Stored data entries
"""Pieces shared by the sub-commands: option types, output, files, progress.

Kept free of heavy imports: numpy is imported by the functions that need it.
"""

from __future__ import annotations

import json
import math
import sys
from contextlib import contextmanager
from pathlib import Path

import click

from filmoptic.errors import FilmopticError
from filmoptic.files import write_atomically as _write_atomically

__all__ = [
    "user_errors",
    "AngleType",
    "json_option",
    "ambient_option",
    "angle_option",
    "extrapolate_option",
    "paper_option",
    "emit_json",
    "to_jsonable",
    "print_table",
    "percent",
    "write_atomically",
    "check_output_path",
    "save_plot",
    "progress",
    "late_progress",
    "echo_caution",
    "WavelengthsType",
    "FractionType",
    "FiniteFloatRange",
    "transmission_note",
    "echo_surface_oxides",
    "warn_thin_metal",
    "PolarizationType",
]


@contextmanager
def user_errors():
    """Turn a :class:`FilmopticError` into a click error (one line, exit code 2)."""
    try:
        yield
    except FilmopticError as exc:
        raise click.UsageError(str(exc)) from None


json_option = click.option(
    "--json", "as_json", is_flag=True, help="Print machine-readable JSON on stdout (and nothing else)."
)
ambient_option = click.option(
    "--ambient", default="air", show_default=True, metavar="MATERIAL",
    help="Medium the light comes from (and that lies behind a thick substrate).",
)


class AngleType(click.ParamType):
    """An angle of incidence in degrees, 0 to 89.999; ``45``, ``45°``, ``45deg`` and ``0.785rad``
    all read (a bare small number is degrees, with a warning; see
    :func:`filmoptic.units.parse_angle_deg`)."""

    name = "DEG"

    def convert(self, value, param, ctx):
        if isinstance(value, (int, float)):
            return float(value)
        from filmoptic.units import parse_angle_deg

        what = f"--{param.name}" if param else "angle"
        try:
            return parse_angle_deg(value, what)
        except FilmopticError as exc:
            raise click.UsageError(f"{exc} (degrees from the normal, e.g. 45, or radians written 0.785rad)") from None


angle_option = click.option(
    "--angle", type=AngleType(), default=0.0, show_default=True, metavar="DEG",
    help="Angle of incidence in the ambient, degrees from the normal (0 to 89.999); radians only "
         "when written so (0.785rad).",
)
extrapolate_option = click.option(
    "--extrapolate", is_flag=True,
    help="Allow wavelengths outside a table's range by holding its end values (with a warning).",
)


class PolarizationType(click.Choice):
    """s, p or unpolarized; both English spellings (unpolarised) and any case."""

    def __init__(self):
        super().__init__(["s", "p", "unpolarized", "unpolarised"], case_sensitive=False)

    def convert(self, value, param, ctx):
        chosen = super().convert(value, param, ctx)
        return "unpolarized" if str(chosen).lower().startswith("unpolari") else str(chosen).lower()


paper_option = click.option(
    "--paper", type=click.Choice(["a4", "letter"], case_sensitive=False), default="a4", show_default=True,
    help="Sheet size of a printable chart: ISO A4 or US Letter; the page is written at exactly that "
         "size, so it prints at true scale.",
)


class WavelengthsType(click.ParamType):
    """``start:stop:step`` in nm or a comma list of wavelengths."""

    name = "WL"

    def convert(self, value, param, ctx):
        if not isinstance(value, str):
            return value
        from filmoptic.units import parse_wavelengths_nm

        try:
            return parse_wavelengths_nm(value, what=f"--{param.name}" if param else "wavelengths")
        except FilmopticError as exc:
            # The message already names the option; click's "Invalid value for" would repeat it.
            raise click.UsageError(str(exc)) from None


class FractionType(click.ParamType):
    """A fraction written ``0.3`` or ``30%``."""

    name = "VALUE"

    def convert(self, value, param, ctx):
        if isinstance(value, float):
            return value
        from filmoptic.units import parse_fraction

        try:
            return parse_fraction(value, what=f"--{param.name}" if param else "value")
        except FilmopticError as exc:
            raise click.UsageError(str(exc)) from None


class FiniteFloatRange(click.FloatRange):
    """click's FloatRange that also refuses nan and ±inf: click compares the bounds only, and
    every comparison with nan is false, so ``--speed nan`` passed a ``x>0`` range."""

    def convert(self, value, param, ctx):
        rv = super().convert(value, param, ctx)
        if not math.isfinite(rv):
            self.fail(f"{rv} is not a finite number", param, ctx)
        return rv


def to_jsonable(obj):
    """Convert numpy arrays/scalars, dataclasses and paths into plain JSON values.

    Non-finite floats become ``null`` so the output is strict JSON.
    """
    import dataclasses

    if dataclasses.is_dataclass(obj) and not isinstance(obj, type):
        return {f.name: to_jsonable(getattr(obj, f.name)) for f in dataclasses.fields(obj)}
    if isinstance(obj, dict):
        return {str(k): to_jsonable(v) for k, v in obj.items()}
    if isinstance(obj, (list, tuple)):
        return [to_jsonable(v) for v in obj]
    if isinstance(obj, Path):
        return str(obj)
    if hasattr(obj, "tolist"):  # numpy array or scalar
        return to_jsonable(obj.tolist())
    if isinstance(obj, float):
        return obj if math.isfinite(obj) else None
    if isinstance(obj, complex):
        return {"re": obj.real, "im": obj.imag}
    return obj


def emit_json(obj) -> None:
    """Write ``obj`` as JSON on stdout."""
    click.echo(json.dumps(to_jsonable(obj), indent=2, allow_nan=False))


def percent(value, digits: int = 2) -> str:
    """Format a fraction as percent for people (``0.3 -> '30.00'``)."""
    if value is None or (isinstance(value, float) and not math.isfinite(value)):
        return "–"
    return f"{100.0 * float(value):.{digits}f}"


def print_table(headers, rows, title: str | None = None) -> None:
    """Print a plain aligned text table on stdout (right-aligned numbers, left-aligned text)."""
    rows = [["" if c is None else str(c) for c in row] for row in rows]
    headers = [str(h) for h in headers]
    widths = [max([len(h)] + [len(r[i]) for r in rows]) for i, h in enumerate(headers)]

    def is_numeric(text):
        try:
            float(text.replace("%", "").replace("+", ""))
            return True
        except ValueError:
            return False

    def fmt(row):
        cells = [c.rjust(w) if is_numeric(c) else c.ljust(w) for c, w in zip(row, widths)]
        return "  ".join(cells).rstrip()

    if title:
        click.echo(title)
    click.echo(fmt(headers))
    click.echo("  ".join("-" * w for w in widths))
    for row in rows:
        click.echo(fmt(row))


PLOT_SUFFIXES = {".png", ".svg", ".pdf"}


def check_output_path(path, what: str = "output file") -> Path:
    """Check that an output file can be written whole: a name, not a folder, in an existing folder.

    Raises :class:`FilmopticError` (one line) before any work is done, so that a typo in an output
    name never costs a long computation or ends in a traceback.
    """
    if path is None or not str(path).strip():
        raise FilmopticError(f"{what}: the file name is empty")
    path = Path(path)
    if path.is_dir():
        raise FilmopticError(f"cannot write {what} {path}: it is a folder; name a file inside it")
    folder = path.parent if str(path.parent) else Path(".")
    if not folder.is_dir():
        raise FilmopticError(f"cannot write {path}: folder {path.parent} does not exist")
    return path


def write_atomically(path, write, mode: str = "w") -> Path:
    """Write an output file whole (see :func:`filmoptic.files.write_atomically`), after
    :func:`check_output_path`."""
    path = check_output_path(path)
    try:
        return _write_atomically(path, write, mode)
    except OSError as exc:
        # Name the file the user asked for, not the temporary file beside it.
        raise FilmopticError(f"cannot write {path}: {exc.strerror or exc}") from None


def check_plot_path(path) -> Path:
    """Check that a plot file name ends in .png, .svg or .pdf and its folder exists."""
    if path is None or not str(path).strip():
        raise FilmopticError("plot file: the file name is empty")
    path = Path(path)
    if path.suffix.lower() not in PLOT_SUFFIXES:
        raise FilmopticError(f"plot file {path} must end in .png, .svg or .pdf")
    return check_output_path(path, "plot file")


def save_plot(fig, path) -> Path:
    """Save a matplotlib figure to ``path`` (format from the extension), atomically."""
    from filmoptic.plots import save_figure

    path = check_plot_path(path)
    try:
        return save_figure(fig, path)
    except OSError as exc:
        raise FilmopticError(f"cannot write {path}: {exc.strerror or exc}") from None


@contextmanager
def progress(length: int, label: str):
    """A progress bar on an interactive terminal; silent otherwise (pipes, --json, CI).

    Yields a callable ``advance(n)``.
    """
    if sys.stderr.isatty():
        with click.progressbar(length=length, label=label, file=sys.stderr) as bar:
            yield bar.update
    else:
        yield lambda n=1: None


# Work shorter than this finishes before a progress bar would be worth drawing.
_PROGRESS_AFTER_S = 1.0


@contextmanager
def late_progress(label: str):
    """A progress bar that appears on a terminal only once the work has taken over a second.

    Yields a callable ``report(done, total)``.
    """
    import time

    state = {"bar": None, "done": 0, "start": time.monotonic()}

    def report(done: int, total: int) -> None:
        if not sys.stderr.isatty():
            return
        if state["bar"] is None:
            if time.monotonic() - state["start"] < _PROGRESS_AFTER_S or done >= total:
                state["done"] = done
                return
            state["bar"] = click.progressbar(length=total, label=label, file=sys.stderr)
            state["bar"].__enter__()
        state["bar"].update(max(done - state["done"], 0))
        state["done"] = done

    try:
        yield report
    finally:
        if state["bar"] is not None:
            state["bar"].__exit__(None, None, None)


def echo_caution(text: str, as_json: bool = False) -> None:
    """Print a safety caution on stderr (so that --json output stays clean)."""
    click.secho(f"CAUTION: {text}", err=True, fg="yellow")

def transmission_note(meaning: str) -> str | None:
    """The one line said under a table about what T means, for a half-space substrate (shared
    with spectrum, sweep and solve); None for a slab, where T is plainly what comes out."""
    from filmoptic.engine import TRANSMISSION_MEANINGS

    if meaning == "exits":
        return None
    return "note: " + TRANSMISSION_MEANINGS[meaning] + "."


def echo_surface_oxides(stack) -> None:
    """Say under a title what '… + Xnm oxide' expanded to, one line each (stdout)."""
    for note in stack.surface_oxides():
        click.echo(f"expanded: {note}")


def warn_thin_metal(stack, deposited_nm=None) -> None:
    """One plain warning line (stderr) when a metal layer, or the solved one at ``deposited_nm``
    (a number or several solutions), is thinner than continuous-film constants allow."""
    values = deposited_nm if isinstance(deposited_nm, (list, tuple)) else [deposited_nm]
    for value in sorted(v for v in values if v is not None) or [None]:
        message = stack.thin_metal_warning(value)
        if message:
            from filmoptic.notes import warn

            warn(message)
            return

* Exercise details *
Every line with "parent" in it should be copied from the entries above.

* Answer space *
    folder = path.parent if str(path.parent) else Path(".")
        raise FilmopticError(f"cannot write {path}: folder {path.parent} does not exist")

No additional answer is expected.